Below are the records; output them exactly from the first line through the line with "records; they never", stopping there.

(Provided material)

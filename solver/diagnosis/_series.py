"""Checks on the per-iteration series of an SMO trace: phases, stall, cycling, objective rises.

All functions take plain arrays (one entry per recorded iteration, ascending) and return
records; they never read files.  Costs are O(rows) or O(rows log rows) (a 200 000-row trace
takes well under a second).
"""

from __future__ import annotations

from collections.abc import Mapping
from typing import Any

import numpy as np

from ._records import Finding, Phase

__all__ = ["phases", "stall", "cycling", "objective_increase", "STALL_FACTOR",
           "STALL_MIN_WINDOW", "STALL_WINDOW_SHARE", "CYCLE_TOP", "CYCLE_SHARE",
           "CYCLE_MIN_ROWS", "FAST_SHARE", "PLATEAU_SHARE"]

#: stall: the running minimum of the violation improves by less than this factor ...
STALL_FACTOR = 2.0
#: ... over a window of max(STALL_MIN_WINDOW, STALL_WINDOW_SHARE × iterations) iterations
STALL_MIN_WINDOW = 1000
STALL_WINDOW_SHARE = 0.1
#: cycling: the CYCLE_TOP most frequent pairs make up at least CYCLE_SHARE of a window of
#: at least CYCLE_MIN_ROWS iterations: the stall stretch, or the last tenth of a run that
#: did not converge (a converged run alternating between a few pairs at its end is ordinary)
CYCLE_TOP = 3
CYCLE_SHARE = 0.5
CYCLE_MIN_ROWS = 500
#: phases: the fast decrease ends when FAST_SHARE of the total objective decrease is made;
#: the final tail is the last decade of the violation's running minimum
FAST_SHARE = 0.9
#: a plateau longer than this share of the run (and ≥ STALL_MIN_WINDOW iterations) is a finding
PLATEAU_SHARE = 0.5
#: an objective rise counts when it exceeds this relative size (rounding of the incremental
#: objective is far smaller on the problems measured)
RISE_RTOL = 1e-9


def _envelope(violation: np.ndarray) -> np.ndarray:
    """Running minimum of the violation (its best value so far)."""
    return np.minimum.accumulate(violation)


def phases(it: np.ndarray, violation: np.ndarray, objective: np.ndarray,
           *, kkt_tol: float) -> tuple[tuple[Phase, ...], Finding | None, dict[str, Any]]:
    """Phases fast decrease → plateau → final tail and a ``long_plateau`` finding.

    Fast decrease: iterations until FAST_SHARE of the objective's total decrease is made.
    Final tail: from the first iteration whose running-minimum violation is within 10× the
    final one (when the violation fell by at least a decade after the fast decrease), to the
    end.  Plateau: what lies between.
    """
    n = it.size
    checks = {"fast_share": FAST_SHARE, "tail_rule": "last decade of the running-minimum "
              "violation", "plateau_share": PLATEAU_SHARE}
    if n < 3:
        return (), None, checks
    env = _envelope(violation)
    drop = objective[0] - objective
    total = drop[-1]
    k_fast = int(np.argmax(drop >= FAST_SHARE * total)) if total > 0 else 0
    final = env[-1]
    k_tail = int(np.argmax(env <= 10.0 * final)) if final > 0 else n - 1
    if final <= 0 or env[k_fast] < 10.0 * final:
        k_tail = n  # no decade left after the fast decrease: no tail of its own
    k_tail = max(k_tail, k_fast + 1)
    bounds = [("fast_decrease", 0, k_fast), ("plateau", k_fast + 1, k_tail - 1),
              ("final_tail", k_tail, n - 1)]
    out = []
    for name, a, b in bounds:
        if a > b or a >= n:
            continue
        first = int(it[a - 1]) + 1 if a > 0 else 1
        out.append(Phase(name, first, int(it[b]), int(it[b]) - first + 1,
                         float(violation[a]), float(violation[b]), float(objective[a]),
                         float(objective[b])))
    finding = None
    plateau = next((p for p in out if p.name == "plateau"), None)
    total_it = int(it[-1])
    if (plateau is not None and plateau.iterations >= STALL_MIN_WINDOW
            and plateau.iterations >= PLATEAU_SHARE * total_it):
        finding = Finding(
            "long_plateau", "caution",
            f"{plateau.iterations} of {total_it} iterations ({plateau.iterations / total_it:.0%})"
            f" were a plateau (iterations {plateau.first}–{plateau.last}): the objective had "
            f"made {FAST_SHARE:.0%} of its decrease and the violation fell only from "
            f"{plateau.violation_start:.3g} to {plateau.violation_end:.3g}",
            {"first": plateau.first, "last": plateau.last, "iterations": plateau.iterations,
             "share": plateau.iterations / total_it, "kkt_tol": kkt_tol},
            "see the stall and cycling findings for the rows involved; a looser kkt_tol ends "
            "the run sooner if the plateau sits below the accuracy you need")
    return tuple(out), finding, checks


def _runs_of_true(mask: np.ndarray) -> list[tuple[int, int]]:
    """(start, end) inclusive index ranges of maximal runs of True."""
    if not mask.any():
        return []
    d = np.diff(np.concatenate([[0], mask.astype(np.int8), [0]]))
    starts, ends = np.flatnonzero(d == 1).tolist(), (np.flatnonzero(d == -1) - 1).tolist()
    return list(zip(starts, ends, strict=True))


def _top(values: np.ndarray, k: int) -> list[dict[str, Any]]:
    """The k most frequent values with counts and shares (ties to the lower value)."""
    if values.size == 0:
        return []
    u, c = np.unique(values, return_counts=True)
    order = np.lexsort((u, -c))[:k]
    return [{"row": int(u[t]), "count": int(c[t]), "share": float(c[t] / values.size)}
            for t in order]


def stall(it: np.ndarray, violation: np.ndarray, wi: np.ndarray, wj: np.ndarray,
          *, kkt_tol: float) -> tuple[Finding | None, tuple[int, int] | None, dict[str, Any]]:
    """The longest stretch over which the running-minimum violation improves by less than
    STALL_FACTOR within every window of W iterations, with the dominant working-set rows.

    Returns the finding (or None), the stretch as (first row, last row) of the series, and
    the check's figures (window, factor).
    """
    last = int(it[-1]) if it.size else 0
    window = max(STALL_MIN_WINDOW, int(STALL_WINDOW_SHARE * last))
    checks = {"window": window, "factor": STALL_FACTOR}
    if it.size < 2 or last < 2 * window:
        checks["skipped"] = f"the run has fewer than 2 × {window} iterations"
        return None, None, checks
    env = _envelope(violation)
    ahead = np.searchsorted(it, it + window)  # first row at or after k + W
    valid = ahead < it.size
    flat = np.zeros(it.size, dtype=bool)
    flat[valid] = env[ahead[valid]] > env[valid] / STALL_FACTOR
    # a stretch where the envelope is already below kkt_tol is convergence, not a stall
    flat &= env > kkt_tol
    runs = _runs_of_true(flat)
    if not runs:
        return None, None, checks
    a, b = max(runs, key=lambda r: (r[1] - r[0], -r[0]))
    b_end = int(min(ahead[b], it.size - 1))
    first, end = int(it[a]), int(it[b_end])
    span = end - first + 1
    if span < window:
        return None, None, checks
    rows = np.concatenate([wi[a:b_end + 1], wj[a:b_end + 1]])
    top = _top(rows, 5)
    finding = Finding(
        "stall", "caution",
        f"the maximal violation stalled over iterations {first}–{end} ({span} iterations): "
        f"its best value improved by less than a factor {STALL_FACTOR:g} within every window "
        f"of {window} iterations (from {env[a]:.3g} to {env[b_end]:.3g}; kkt_tol {kkt_tol:g})",
        {"first": first, "last": end, "iterations": span, "window": window,
         "factor": STALL_FACTOR, "violation_start": float(env[a]),
         "violation_end": float(env[b_end]), "dominant_rows": top},
        "look at the dominant rows (duplicates, label noise); try the other working-set "
        "selection, a smaller C, or a looser kkt_tol", "selection=first_order")
    return finding, (a, b_end), checks


def cycling(it: np.ndarray, wi: np.ndarray, wj: np.ndarray, stretch: tuple[int, int] | None,
            describe_pair: Any, *, converged: bool) -> tuple[Finding | None, dict[str, Any]]:
    """Whether CYCLE_TOP pairs make up CYCLE_SHARE of the stall stretch (or, for a run that
    did not converge, of its last tenth).  ``describe_pair(i, j)`` gives facts about two rows."""
    if stretch is None and converged:
        return None, {"skipped": "converged without a stall"}
    if stretch is None:
        a = max(0, it.size - max(CYCLE_MIN_ROWS, it.size // 10))
        b = it.size - 1
    else:
        a, b = stretch
    rows = b - a + 1
    checks = {"top": CYCLE_TOP, "share": CYCLE_SHARE, "min_rows": CYCLE_MIN_ROWS,
              "window": [int(it[a]), int(it[b])] if rows > 0 else None}
    if rows < CYCLE_MIN_ROWS:
        return None, checks
    lo = np.minimum(wi[a:b + 1], wj[a:b + 1]).astype(np.int64)
    hi = np.maximum(wi[a:b + 1], wj[a:b + 1]).astype(np.int64)
    key = lo * (int(max(hi.max(), lo.max())) + 1) + hi
    u, c = np.unique(key, return_counts=True)
    order = np.lexsort((u, -c))[:CYCLE_TOP]
    share = float(c[order].sum() / rows)
    checks.update(top_share=share, distinct_pairs=int(u.size))
    if share < CYCLE_SHARE:
        return None, checks
    pairs = []
    for t in order:
        pos = int(np.flatnonzero(key == u[t])[0])
        i, j = int(lo[pos]), int(hi[pos])
        pairs.append({"i": i, "j": j, "count": int(c[t]), "share": float(c[t] / rows),
                      **describe_pair(i, j)})
    names = "; ".join(f"({p['i']}, {p['j']}) {p['count']}× {p['relation']}" for p in pairs)
    finding = Finding(
        "cycling", "caution",
        f"{len(pairs)} working-set pairs make up {share:.0%} of iterations {int(it[a])}–"
        f"{int(it[b])}: {names}",
        {"first": int(it[a]), "last": int(it[b]), "pairs": pairs, "share": share,
         "distinct_pairs": int(u.size)},
        "check these rows: remove exact duplicates with conflicting labels, or lower C so "
        "their multipliers can settle at the bound")
    return finding, checks


def objective_increase(it: np.ndarray, objective: np.ndarray) -> tuple[Finding | None,
                                                                         dict[str, Any]]:
    """Rows where the recorded objective rose (SMO's objective never rises in exact
    arithmetic: each step minimises it along a feasible direction)."""
    if objective.size < 2:
        return None, {"rises": 0}
    rise = np.diff(objective)
    scale = np.maximum(np.abs(objective[1:]), 1.0)
    bad = np.flatnonzero(rise > RISE_RTOL * scale)
    checks: dict[str, Any] = {"rises": int(bad.size), "rtol": RISE_RTOL,
                              "largest_rise": float(rise.max()) if rise.size else 0.0}
    if bad.size == 0:
        return None, checks
    k = int(bad[np.argmax(rise[bad])])
    finding = Finding(
        "objective_increase", "caution",
        f"the recorded dual objective rose at {bad.size} iteration(s), most by "
        f"{rise[k]:.3g} at iteration {int(it[k + 1])}",
        {"count": int(bad.size), "largest": float(rise[k]), "at_iteration": int(it[k + 1]),
         "first_iterations": [int(it[t + 1]) for t in bad[:10]]},
        "rises come from non-positive curvature (indefinite kernel) or rounding in the "
        "incremental objective; see the curvature and drift findings")
    return finding, checks


def unshrink_reopened(events: Mapping[str, np.ndarray], kinds: Mapping[int, str], n: int,
                      iterations: int) -> tuple[Finding | None, dict[str, Any]]:
    """Reconstructions that re-opened shrunk variables while the run still had to go on."""
    code = {v: k for k, v in kinds.items()}
    ev_it, ev_kind, ev_val = (np.asarray(events[k]) for k in ("iteration", "kind", "value"))
    shr, rec = code.get("shrink"), code.get("reconstruct")
    checks: dict[str, Any] = {"shrinks": int(np.sum(ev_kind == shr)),
                              "reconstructions": int(np.sum(ev_kind == rec))}
    undone = []
    active = n
    for t in range(ev_it.size):
        if ev_kind[t] == shr and np.isfinite(ev_val[t]):
            active = int(ev_val[t])
        elif ev_kind[t] == rec:
            if ev_it[t] < iterations and n - active > 0:
                undone.append({"iteration": int(ev_it[t]), "reopened": int(n - active),
                               "violation_after": float(ev_val[t])})
            active = n
    checks["undone"] = len(undone)
    if not undone:
        return None, checks
    after = iterations - undone[0]["iteration"]
    big = max(u["reopened"] for u in undone)
    severity = "caution" if after >= 0.2 * iterations and big >= 0.1 * n else "note"
    finding = Finding(
        "shrinking_undone", severity,
        f"shrinking was undone {len(undone)} time(s) before the end (first at iteration "
        f"{undone[0]['iteration']}, re-opening up to {big} of {n} variables); "
        f"{after} iterations followed",
        {"reconstructions": undone[:20], "iterations_after_first": int(after)},
        "compare with shrinking off (what-if) if these re-openings cost much time",
        "shrinking=off")
    return finding, checks
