def test_write_sheet(chart_atlas, tmp_path):
    path = sheets.write_sheet(chart_atlas, tmp_path / "sheet.pdf")
    data = path.read_bytes()
    assert data.startswith(b"%PDF-") and b"%%EOF" in data[-64:]
    assert _pdf_page_count(data) == 6
    assert os.listdir(tmp_path) == ["sheet.pdf"]
    with pytest.raises(ValueError, match=r"^`path` must end in '\.pdf'; got '.*sheet\.png'\.$"):
        sheets.write_sheet(chart_atlas, tmp_path / "sheet.png")
    with pytest.raises(FileNotFoundError, match=r"^`path` is in a directory that does not"):
        sheets.write_sheet(chart_atlas, tmp_path / "no" / "sheet.pdf")


# ---- the wiki page ----


@pytest.fixture(scope="module")
def wiki(chart_atlas, tmp_path_factory):
    folder = tmp_path_factory.mktemp("wiki") / "page"
    written = sheets.write_wiki(chart_atlas, folder)
    return folder, written


class _Links(html.parser.HTMLParser):
    def __init__(self):
        super().__init__()
        self.tags, self.images, self.links = [], [], []

    def handle_starttag(self, tag, attrs):
        attrs = dict(attrs)
        self.tags.append(tag)
        if tag == "img":
            self.images.append(attrs.get("src"))
        for key in ("href", "src", "srcset", "action", "data"):
            if key in attrs:
                self.links.append(attrs[key])


def _is_local(link):
    return not re.match(r"^([a-z][a-z0-9+.-]*:|//|/)", link, re.IGNORECASE)


def test_wiki_files(wiki, chart_atlas):
    folder, written = wiki
    names = sorted(p.name for p in written)
    assert names == sorted(["map_normal_cc_interval.svg", "map_edgeworth_cc_interval.svg",
                            "compare_normal_cc_edgeworth_cc_interval.svg",
                            "gain_edgeworth_cc_over_normal_cc_interval.svg", "best_interval.svg",
                            "index.md", "index.html"])  # fmt: skip
    assert sorted(os.listdir(folder)) == names  # nothing else, no temporary file


def test_wiki_html_opens_offline(wiki):
    folder, _ = wiki
    page = (folder / "index.html").read_text(encoding="utf-8")
    parser = _Links()
    parser.feed(page)
    assert "script" not in parser.tags and "iframe" not in parser.tags
    assert "http://" not in page and "https://" not in page and "url(" not in page
    assert len(parser.images) == 5
    for link in parser.links:
        assert _is_local(link), link
        assert (folder / link).is_file(), link
    for src in parser.images:
        root = ET.parse(folder / src).getroot()  # valid XML
        assert root.tag == "{http://www.w3.org/2000/svg}svg"
        refs = [v for el in root.iter() for k, v in el.attrib.items() if k.endswith("href")]
        assert all(r.startswith(("data:", "#")) for r in refs)  # embedded or internal only
    assert " ".join(cube.CAUTION.split()) in " ".join(page.split())
    assert "Minimum n for normal_cc, interval error" in page
    assert "np &gt;= 5 and nq &gt;= 5" in page and "npq &gt; 9" in page


def test_wiki_markdown(wiki):
    folder, _ = wiki
    text = (folder / "index.md").read_text(encoding="utf-8")
    images = re.findall(r"!\[[^\]]*\]\(([^)]+)\)", text)
    assert len(images) == 5 and all(_is_local(i) and (folder / i).is_file() for i in images)
    assert "http" not in text and "](/" not in text  # no links out of the page
    assert cube.CAUTION in text
    assert "| p | tol 0.01 | tol 0.005 | tol 0.001 | tol 1e-4 |" in text
    assert "| np >= 5 and nq >= 5 | normal_cc | interval |" in text


def _chromium():
    found = shutil.which("chromium") or (
        "/usr/bin/chromium" if os.path.exists("/usr/bin/chromium") else None
    )
    if found is None:
        if os.environ.get("CI"):
            pytest.fail("Chromium is required in CI (.ci/run installs Debian's chromium)")
        pytest.skip("Chromium is not installed (/usr/bin/chromium); .ci/run installs it in CI")
    return found


_FLAGS = ["--headless", "--no-sandbox", "--disable-gpu", "--disable-background-networking",
          "--disable-component-update", "--disable-sync", "--no-first-run",
          "--disable-default-apps", "--mute-audio"]  # fmt: skip

# A test-only page (never part of the wiki) that loads the wiki in a frame and reports, once
# everything has loaded, each image's state. Chromium lets a file:// page read a file:// frame
# only with --allow-file-access-from-files.
_HARNESS = """<!DOCTYPE html><html><head><meta charset="utf-8"></head><body>
<iframe id="good" src="{good}" style="width:1200px;height:900px"></iframe>
<iframe id="broken" src="{broken}" style="width:1200px;height:900px"></iframe>
<pre id="report">pending</pre>
<script>
window.addEventListener("load", function () {{
  var report = {{}};
  ["good", "broken"].forEach(function (id) {{
    var doc = document.getElementById(id).contentDocument;
    report[id] = {{title: doc.title, tables: doc.querySelectorAll("table").length,
      images: Array.prototype.map.call(doc.images, function (img) {{
        return {{src: img.getAttribute("src"), complete: img.complete,
                 width: img.naturalWidth, height: img.naturalHeight}};
      }})}};
  }});
  document.getElementById("report").textContent = JSON.stringify(report);
}});
</script></body></html>
"""


def test_wiki_in_a_real_browser(wiki, tmp_path):
    """Headless Chromium loads the page and every image, and renders it.

    The check: a test-only harness page frames the wiki and, after the load event, reports
    every <img>'s ``complete`` and ``naturalWidth`` through ``--dump-dom``; a copy of the wiki
    with one chart deleted is framed beside it, so the test also sees a broken image reported
    as broken (the harness can fail). A screenshot of the page itself must not be blank.
    """
    browser = _chromium()
    folder, _ = wiki
    broken = tmp_path / "broken"
    shutil.copytree(folder, broken)
    (broken / "best_interval.svg").unlink()
    harness = tmp_path / "harness.html"
    harness.write_text(_HARNESS.format(good=(folder / "index.html").as_uri(),
                                       broken=(broken / "index.html").as_uri()))  # fmt: skip
    profile = tmp_path / "profile"
    result = subprocess.run(
        [browser, *_FLAGS, f"--user-data-dir={profile}", "--allow-file-access-from-files",
         "--virtual-time-budget=15000", "--dump-dom", harness.as_uri()],
        capture_output=True, text=True, timeout=120,
    )  # fmt: skip
    match = re.search(r'<pre id="report">(.*?)</pre>', result.stdout, re.DOTALL)
    assert match, result.stdout[-2000:] + result.stderr[-2000:]
    report = json.loads(html.unescape(match.group(1)))
    good = report["good"]
    assert good["title"].startswith("approx-atlas")
    assert good["tables"] == 5  # four threshold tables and the audit
    assert len(good["images"]) == 5
    for image in good["images"]:
        assert image["complete"] and image["width"] > 500 and image["height"] > 300, image
    states = {i["src"]: i["width"] for i in report["broken"]["images"]}
    assert states.pop("best_interval.svg") == 0  # the harness does see a missing image
    assert all(width > 500 for width in states.values())

    shot = tmp_path / "page.png"
    subprocess.run(
        [browser, *_FLAGS, f"--user-data-dir={profile}", "--hide-scrollbars",
         "--window-size=1200,1600", "--virtual-time-budget=15000", f"--screenshot={shot}",
         (folder / "index.html").as_uri()],
        capture_output=True, text=True, timeout=120, cwd=tmp_path,
    )  # fmt: skip
    image = mpimg.imread(shot)
    assert image.shape[:2] == (1600, 1200)
    assert image[..., :3].std() > 0.05  # charts and text, not a blank page


# ---- the command line ----


def test_cli_table(chart_atlas, capsys, tmp_path):
    args = ["table", "--atlas", str(chart_atlas.path), "--tol", "0.01,0.001", "--p", "0.1,0.5",
            "--method", "edgeworth_cc"]  # fmt: skip
    assert main([*args, "--format", "csv"]) == 0
    out = capsys.readouterr().out
    expected = sheets.threshold_table(chart_atlas, [0.01, 0.001], [0.1, 0.5],
                                      method="edgeworth_cc")  # fmt: skip
    assert out == expected.to_csv()
    assert main([*args, "--format", "json", "-o", str(tmp_path / "t.json")]) == 0
    assert capsys.readouterr().out.strip() == str(tmp_path / "t.json")
    assert json.loads((tmp_path / "t.json").read_text())["min_n"] == [
        list(r) for r in expected.min_n]  # fmt: skip
    assert main([*args]) == 0  # Markdown by default
    assert capsys.readouterr().out == expected.to_markdown()


@pytest.mark.parametrize(
    ("args", "message"),
    [
        (["table", "--format", "xml"], "`--format` must be one of 'csv', 'md', 'json'; got 'xml'."),
        (["table", "--tol", "0.01,x"],
         "`--tol` must be comma-separated numbers such as 0.01,0.005; got '0.01,x'."),
        (["table", "--p", "0.5,1.5"], "`ps` must hold numbers in (0, 1); got 1.5."),
        (["rules", "--rule", "abs(n) > 1"], "`--rule` may not contain a function call; allowed: "
         "numbers, n, p, q, + - * / **, unary -, < <= > >= == !=, and, or, not, parentheses. "
         "Got 'abs(n) > 1'."),
        (["rules", "--format", "csv"], "`--format` must be one of 'md', 'json'; got 'csv'."),
        (["rules", "--method", "normal"], "`methods` must be one of 'normal_cc', 'edgeworth_cc', "
         "'poisson' (the atlas's methods); got 'normal'."),
        (["sheet", "-o", "sheet.txt"], "`path` must end in '.pdf'; got 'sheet.txt'."),
    ],
)  # fmt: skip
def test_cli_errors(chart_atlas, capsys, tmp_path, monkeypatch, args, message):
    monkeypatch.chdir(tmp_path)
    assert main([*args, "--atlas", str(chart_atlas.path)]) == 2
    assert capsys.readouterr().err == f"approx-atlas: error: {message}\n"
    assert os.listdir(tmp_path) == []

(End Provided material)

**Expected output**:
filename solver/diagnosis/_series.py
"""Checks on the per-iteration series of an SMO trace: phases, stall, cycling, objective rises.

All functions take plain arrays (one entry per recorded iteration, ascending) and return
records; they never read files.  Costs are O(rows) or O(rows log rows) (a 200 000-row trace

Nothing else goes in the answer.